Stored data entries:
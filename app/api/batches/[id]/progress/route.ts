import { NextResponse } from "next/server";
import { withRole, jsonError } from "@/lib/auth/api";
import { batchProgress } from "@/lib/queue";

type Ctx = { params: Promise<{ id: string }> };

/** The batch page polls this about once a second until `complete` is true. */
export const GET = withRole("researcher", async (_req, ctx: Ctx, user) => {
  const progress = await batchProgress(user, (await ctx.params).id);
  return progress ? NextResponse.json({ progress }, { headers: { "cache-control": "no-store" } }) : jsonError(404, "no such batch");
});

*Task details*
All lines holding the word "params" must be copied from the data.

*Your solution*
type Ctx = { params: Promise<{ id: string }> };
  const progress = await batchProgress(user, (await ctx.params).id);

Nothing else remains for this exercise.